The author has a great pattern talking about having a “big picture” document that I found valuable. Too often, we get mired in the details when looking at documentation, but the first thing we need as someone new on a project is an understanding of the big picture. That often falls to face to face interaction, and while there is value in face to face interaction, this will not help when someone needs to modify the project in five years. That interaction would be better served as a set of questions after getting an asynchronous introduction. Further, many of the technical debt issues we face in older code bases are trying to reconcile current usage with original intent, often called software archaelology. The big picture is the key detail missing from many of these efforts, as these are either lost in institutional knowledge or are filtered through later efforts, and these filters can make understanding original intent difficult.

Organizing project documentation.

While the author has much to say about the rule of 7 - that you should limit your number of sections and sub-sections to 7 +/- 2 in order to enhance understanding and to have sequential yet well structured text, I think these are both obvious and vague. Instead, I am drawn to something from an experience report. Too often, our documentation is a wall of text. Instead, we can have a short summary, a diagram, and details with enumeration broken up by whitespace. While I cannot link (as I don’t think this is quite fair use), I think DVC has a good example from end user documentation in their agenda section. It has a simple summary, a diagram that explains the steps concisely, and the rest of the usage document is well spaced and easy to read. This is a great example of what many of our onboarding documents could look like. (I have never used DVC, but I admire its documentation from first glance.)
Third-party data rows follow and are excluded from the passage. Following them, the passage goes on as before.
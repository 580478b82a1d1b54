import { describe, expect, it } from "vitest";
import { formulaLines } from "@/lib/poster/labels";

describe("formulaLines", () => {
  const finet = "Dp = 0.678 × (Dmb + Dsb)";

  it("keeps a formula that fits on one line at its size", () => {
    expect(formulaLines(finet, 20, 1000)).toEqual({ lines: [finet], size: 20 });
  });

  it("breaks only after the '=', never inside the expression", () => {
    const { lines, size } = formulaLines(finet, 20, 260);
    expect(lines).toEqual(["Dp =", "0.678 × (Dmb + Dsb)"]);
    expect(size).toBe(20);
  });

  it("shrinks until the longest piece fits, so the line never wraps", () => {
    const { lines, size } = formulaLines(finet, 20, 100);
    expect(lines).toHaveLength(2);
    expect(size).toBeLessThan(20);
    // 19 characters at the overestimated 0.66 em fill the 100 pt exactly.
    expect(size * 0.66 * "0.678 × (Dmb + Dsb)".length).toBeCloseTo(100, 6);
  });

  it("shrinks a formula with no '=' rather than breaking it", () => {
    expect(formulaLines("Dmb + Dsb", 20, 50).lines).toEqual(["Dmb + Dsb"]);
  });
});
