import { describe, expect, it } from "vitest";
import { sheetStarts, tilePlan, TILE_OVERLAP_MM, type Span } from "@/lib/poster/tiles";

// Cells 40 mm wide from 100 mm on: rules at 100, 140, 180, ...
const cells: Span[] = Array.from({ length: 10 }, (_, i) => [100 + 40 * i, 140 + 40 * i] as const);

describe("sheetStarts", () => {
  it("without spans to keep, steps a window less the overlap", () => {
    expect(sheetStarts(0, 500, 190, 10, [])).toEqual([0, 180, 360]);
  });

  it("moves each seam back to the cell rule before it, keeping at least the overlap", () => {
    const starts = sheetStarts(0, 600, 190, 10, cells);
    // 180 is a rule; 180 + 180 = 360 falls inside the cell 340-380, so the seam goes back to 340.
    expect(starts.slice(0, 3)).toEqual([0, 180, 340]);
    for (let i = 1; i < starts.length; i++) {
      const seam = starts[i] as number;
      expect(cells.some(([a, b]) => seam > a && seam < b)).toBe(false);
      expect((starts[i - 1] as number) + 190 - seam).toBeGreaterThanOrEqual(TILE_OVERLAP_MM);
    }
    expect((starts[starts.length - 1] as number) + 190).toBeGreaterThanOrEqual(600);
  });

  it("cuts a span longer than half a window rather than printing slivers", () => {
    expect(sheetStarts(0, 400, 190, 10, [[20, 300]])).toEqual([0, 180, 360]);
  });

  it("a plan with spans to keep may need more sheets, never fewer, and covers the poster", () => {
    const even = tilePlan(594, 841, "A4");
    const kept = tilePlan(594, 841, "A4", { x: cells, y: cells });
    expect(kept.tiles.length).toBeGreaterThanOrEqual(even.tiles.length);
    const right = Math.max(...kept.tiles.map((t) => t.x + t.width));
    const bottom = Math.max(...kept.tiles.map((t) => t.y + t.height));
    expect(right).toBeGreaterThanOrEqual(594);
    expect(bottom).toBeGreaterThanOrEqual(841);
    expect(kept.totalWidthMm).toBeCloseTo(right - (kept.tiles[0]?.x ?? 0), 6);
  });
});
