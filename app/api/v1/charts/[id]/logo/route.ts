import { api } from "@/lib/http/route";
import { getChartLogo, removeChartLogo, setChartLogo } from "@/lib/ops/charts";
import { LOGO_MAX_BYTES, LOGO_TOO_LARGE_HINT } from "@/lib/logo";
import { readUploadedFile } from "@/lib/upload";

type Params = { id: string };

export const GET = api<Params>(async ({ caller, params }) => {
  const logo = await getChartLogo(caller, { chartId: params.id });
  return new Response(new Uint8Array(logo.bytes), {
    headers: { "content-type": logo.mime, "cache-control": "private, max-age=300", etag: `"${logo.sha256}"` },
  });
});

/** PUT multipart `file`: a PNG or JPEG of at most 1 MB, checked from its bytes. */
export const PUT = api<Params>(async ({ req, caller, params }) => {
  const file = await readUploadedFile(req, { maxBytes: LOGO_MAX_BYTES, tooLargeHint: LOGO_TOO_LARGE_HINT });
  return setChartLogo(caller, { chartId: params.id }, { file });
});

export const DELETE = api<Params>(async ({ caller, params }) => {
  await removeChartLogo(caller, { chartId: params.id });
  return new Response(null, { status: 204 });
});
However, I have seen many examples of entirely unstructured wikis. If we can think through a portfolio and align our wikis to read more as full fledged documents than semi-organized snippets, I think we can improve the efficacy of our documentation with only a small bit of effort. What, then, do we do with all of those pieces of valuable information that defy organization? I think there is value in separating that out into a “junk drawer” of the project so that the valuable portions of the wiki can be more pronounced.

Conclusion

I wouldn’t recommend this book to most people in 2020 unless they are in a deep dive of trying to reform documentation. However, I have yet to find the right book as a guide, and there is value at looking through older efforts to think through this difficult problem. I think that there were some valuable takeaways, and its list of documentation types is still relevant in determining how we should define our documentation portfolio through the phases of the project.